Search code examples
google-cloud-dlp

Obtaining the number of items de-identified?


I'm trying to report the exact number of de-identified words/strings from the de-identification result from Google DLP Java library. I'm using this on the response:

DeidentifyContentResponse response = dlpClient.deidentifyContent(request);
// Sum up the redactions
List<TransformationSummary> summaries =
        response.getOverview().getTransformationSummariesList();
int redactionCount = 0;

if (!isEmpty(summaries)) {
    redactionCount = summaries.stream()
            .mapToInt(TransformationSummary::getResultsCount)
            .sum();
}

I'm sending the input as a Table where each input string is one row, regardless of how many words/columns are in it. The redaction count seems to mostly match what I expect, but in some cases the count seems to be off. For example, the input Steve Jobs yields a redactionCount of 3 when I use the code shown above. I'm guessing that the reason is that it matches more than one InfoType. In my case I have FIRST_NAME, LAST_NAME, and PERSON_NAME in my list of InfoTypes, so I'm guessing I get one match for the first name, another for the last name, and a third match for the "person name" in its entirety. What I'm looking for is essentially how many words were redacted/de-identified. I.e. I would expect the redactionCount result to be == 2. Is there a better/easier way of doing this?


Solution

  • You are right that natively, the transformation summary is the number of transformations, not number of words transformed, but what you point out here is also a bug I've filed with the team.

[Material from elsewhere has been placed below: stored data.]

void
aw_pl_flow_draw_page (AwPlFlowDoc *doc, AwPl *pl, int page, double x, double y, double width)
{
  for (guint i = 0; i < doc->placements->len; i++)
    {
      const AwPlPlacement *p = &g_array_index (doc->placements, AwPlPlacement, i);
      if (p->page != page)
        continue;
      if (p->block->table)
        aw_pl_table_draw (pl, p->block->table, x, y + p->y, width, p->first_row, p->last_row);
      else
        p->block->draw (pl, p->block->data, x, y + p->y, width, p->height);
    }
}

/* ---- page furniture ---- */

double
aw_pl_footer (AwPl *pl, double x, double y, double width, const char *left, int page,
              int n_pages, double size)
{
  AwPlStyle s = aw_pl_style (size);
  g_autofree char *right = NULL;
  double rw, h;

  s.rgb[0] = s.rgb[1] = s.rgb[2] = 0.25;
  /* TRANSLATORS: page numbering at the foot of every printed page */
  right = g_strdup_printf (_("Page %d of %d"), page + 1, n_pages);
  rw = aw_pl_text_width (pl, right, &s);
  s.align = PANGO_ALIGN_RIGHT;
  h = aw_pl_text (pl, x + width - rw - 1.0, y, rw + 1.0, right, &s);
  s.align = PANGO_ALIGN_LEFT;
  s.flow = AW_PL_ELLIPSIZE;
  aw_pl_text (pl, x, y, MAX (width - rw - 8.0, 10.0), left, &s);
  cairo_set_source_rgb (pl->cr, 0.5, 0.5, 0.5);
  aw_pl_hline (pl, x, x + width, y - 2.0, 0.4);
  return h;
}
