static void
add_compliance (AwPlFlowDoc *doc, AwPrintJob *job, const AwPrintSetup *ps)
{
  AwPlBlock *blk;
  AwPlBox *box = aw_pl_flow_add_box (doc, _("Compliance"), &blk);
  const AwSiteClassRule *r = job->site_class;
  AwPlStyle vs = aw_pl_style_bold (11.0);
  double used_g = aw_kg_to_g (ps->in.shot.mass_kg);

  box->size = BODY_SIZE;
  box->border_width = 1.2;
  if (r == NULL)
    {
      g_autofree char *e = aw_pl_num_unit (ps->energy_j, 2, "J");
      aw_pl_box_add (box, _("Site class"), _("none chosen: no limit to check against"));
      aw_pl_box_add (box, _("Muzzle energy with the BB used"), e);
    }
  else
    {
      double chrono_g = isfinite (r->chrono_bb_mass_g) && r->chrono_bb_mass_g > 0
                        ? r->chrono_bb_mass_g : used_g;
      g_autofree char *site = aw_print_site_text (job);
      g_autofree char *ce = aw_pl_num_unit (ps->chrono_energy_j, 2, "J");
      g_autofree char *cg = aw_pl_num_unit (chrono_g, 2, "g");
      g_autofree char *pct = aw_pl_num (100.0 * ps->chrono_energy_j / r->energy_limit_j, 0);
      g_autofree char *est = NULL;
      g_autofree char *verdict = NULL;
      AwCompliance worst = ps->compliance;
      gboolean measured = FALSE;

      aw_pl_box_add (box, _("Site class"), site);
      /* TRANSLATORS: %s: energy, BB mass, percent of the limit */
      est = g_strdup_printf (_("%s with %s (%s %% of the limit), from the replica’s energy "
                               "model"), ce, cg, pct);
      aw_pl_box_add (box, _("Estimated energy at the site’s chrono"), est);

      /* measured strings with the site's chrono BB */
      for (guint i = 0; i < ps->setup->chrono->len; i++)
        {
          const AwChronoString *c = g_ptr_array_index (ps->setup->chrono, i);
          AwChronoStats st;
          if (fabs (c->bb_mass_g - chrono_g) > 0.005 || !aw_chrono_string_stats (c, &st))
            continue;
          {
            g_autofree char *emax = aw_pl_num_unit (st.energy_max_j, 2, "J");
            g_autofree char *vmax = aw_print_velocity_text (job, st.max_mps);
            /* TRANSLATORS: highest shot of a chrono string: energy, velocity, shot count */
            g_autofree char *txt = g_strdup_printf (_("highest of %u shots %s, %s"), st.n, emax,
                                                    vmax);
            aw_pl_box_add (box, _("Measured with that BB"), txt);
            measured = TRUE;
            if (r->energy_limit_j > 0 && st.energy_max_j > r->energy_limit_j)
              worst = AW_COMPLIANCE_OVER;
            else if (worst == AW_COMPLIANCE_UNKNOWN && r->energy_limit_j > 0)
              worst = AW_COMPLIANCE_UNDER;
          }
        }
      if (!measured)
        aw_pl_box_add (box, _("Measured with that BB"),
                       _("no chrono string with the site’s BB: chronograph it before play"));
      if (r->hop_rule && *r->hop_rule)
        aw_pl_box_add (box, _("Site’s hop rule"), r->hop_rule);
      if (isfinite (aw_print_job_min_engagement_m (job)))
        {
          g_autofree char *d = aw_print_qty (job, AW_QTY_DISTANCE,
                                             aw_print_job_min_engagement_m (job));
          aw_pl_box_add (box, _("Minimum engagement distance"), d);
        }
      switch (worst)
        {
        case AW_COMPLIANCE_OVER:
          verdict = g_strdup (_("Verdict: OVER THE LIMIT. Do not use this setup at this site "
                                "class."));
          vs.rgb[0] = 0.75;
          box->border_rgb[0] = 0.75;
          break;
        case AW_COMPLIANCE_UNDER:
          verdict = g_strdup (_("Verdict: under the limit by this estimate."));
          vs.rgb[1] = 0.4;
          box->border_rgb[1] = 0.4;
          break;
        case AW_COMPLIANCE_UNKNOWN:
        default:
          verdict = g_strdup (_("Verdict: the class has no energy limit."));
          break;
        }
      aw_pl_box_add_styled (box, verdict, &vs);
    }
  {
    AwPlStyle ns = aw_pl_style (7.5);
    ns.italic = TRUE;
    if (replica_creeps (ps))
      aw_pl_box_add_styled (box, _("Creep: this replica’s energy can grow with heavier BBs "
                                   "(gas, high-pressure air or a creep model). Chronograph it "
                                   "with the BB you will actually use, as well as the site’s "
                                   "BB."), &ns);
    else
      aw_pl_box_add_styled (box, _("Energy is taken as the same for every BB mass (spring or "
                                   "electric piston). Some replicas still gain energy with "
                                   "heavier BBs: chronograph with the BB you use."), &ns);
    aw_pl_box_add_styled (box, _("The site’s own chronograph decides, not this estimate. "
                                 "Limits are absolute: there is no tolerance."), &ns);
  }
}

/* Whether the setup has a hop limit the analysis uses. */
static gboolean
has_hop_limit (const AwPrintSetup *ps)
{
  return !isnan (ps->setup->hop.max_lift_ratio) && !isnan (ps->in.hop_limit_s);
}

    For some some transparency and detail in the bug, the issue is that it's not correctly handling the scenario of overlapping findings. We can fix that ... and in the meantime if you drop PERSON_NAME from your request you'll get the behavior you were seeking.

    (Of note, even with the overlapping bug fixed, if you asked for person_name and not the other two, you will end up with a single transformation.) It's of course possible that a first name spans multiple words so it's not going to currently always give you a word count.